§ 173 – Genehmigung, Übernahmeanspruch

BAUGB · Baugesetzbuch

(1)Die Genehmigung wird durch die Gemeinde erteilt; § 22 Absatz 5 Satz 2 bis 5 ist entsprechend anzuwenden. Ist eine baurechtliche Genehmigung oder an ihrer Stelle eine baurechtliche Zustimmung erforderlich, wird die Genehmigung durch die Baugenehmigungsbehörde im Einvernehmen mit der Gemeinde erteilt; im Baugenehmigungs- oder Zustimmungsverfahren wird über die in § 172 Absatz 3 bis 5 bezeichneten Belange entschieden.
(2)Wird in den Fällen des § 172 Absatz 3 die Genehmigung versagt, kann der Eigentümer von der Gemeinde unter den Voraussetzungen des § 40 Absatz 2 die Übernahme des Grundstücks verlangen. § 43 Absatz 1, 4 und 5 sowie § 44 Absatz 3 und 4 sind entsprechend anzuwenden.
(3)Vor der Entscheidung über den Genehmigungsantrag hat die Gemeinde mit dem Eigentümer oder sonstigen zur Unterhaltung Verpflichteten die für die Entscheidung erheblichen Tatsachen zu erörtern.
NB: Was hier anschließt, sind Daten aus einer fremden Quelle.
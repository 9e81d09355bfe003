"""Entry point of the ``protomix`` console script."""

from __future__ import annotations

import sys

from tui.cli import main as _cli_main


def main(argv: list[str] | None = None) -> int:
    """Run protomix with ``argv`` (default ``sys.argv[1:]``); returns the exit status."""
    code = _cli_main(sys.argv[1:] if argv is None else argv)
    return code


if __name__ == "__main__":
    sys.exit(main())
In den Fällen des § 172 Absatz 4 und 5 hat sie auch Mieter, Pächter und sonstige Nutzungsberechtigte zu hören. In den Fällen des § 172 Absatz 4 Satz 3 Nummer 6 hat sie die nach Satz 2 anzuhörenden Personen über die Erteilung einer Genehmigung zu informieren.
(4)Die landesrechtlichen Vorschriften, insbesondere über den Schutz und die Erhaltung von Denkmälern, bleiben unberührt.

Quelle: Gesetze im Internet (www.gesetze-im-internet.de), gemeinfrei gem. § 5 UrhG · aktuelle Fassung

Zitierende Gerichtsentscheidungen

  • BVerwG, Urt. v. 01.09.2016 – 4 C 2/15ECLI:DE:BVerwG:2016:010916U4C2.15.0

    1. Voraussetzung der Fortgeltung altrechtlicher Vorschriften und Pläne nach § 173 Abs. 3 Satz 1 BBauG 1960 "als Bebauungspläne" war, dass deren Inhalt als Abwägungsergebnis nach dem Bundesbaugesetz durch Bebauungsplan hätte geschaffen werden können. Daran fehlt es, wenn der Inhalt des Plans oder der Vorschrift als Interessenausgleich "zur objektiven Gewichtigkeit einzelner Belange außer Verhältnis" steht (Bestätigung von BVerwG, Urteil vom 20. Oktober 1972 - 4 C 14.71 - BVerwGE 41, 67). 2. Die Übergangsvorschrift in § 244 Abs. 2 BauGB 1986, die bestimmte, dass Mängel in der Abwägung unbeachtlich werden, wenn sie nicht innerhalb von sieben Jahren nach dem 1. Juli 1987 geltend gemacht worden sind, ist auf altrechtliche Vorschriften und Pläne, die vor dem 29. Juni 1961 festgestellt, aber nicht übergeleitet worden sind, nicht anwendbar.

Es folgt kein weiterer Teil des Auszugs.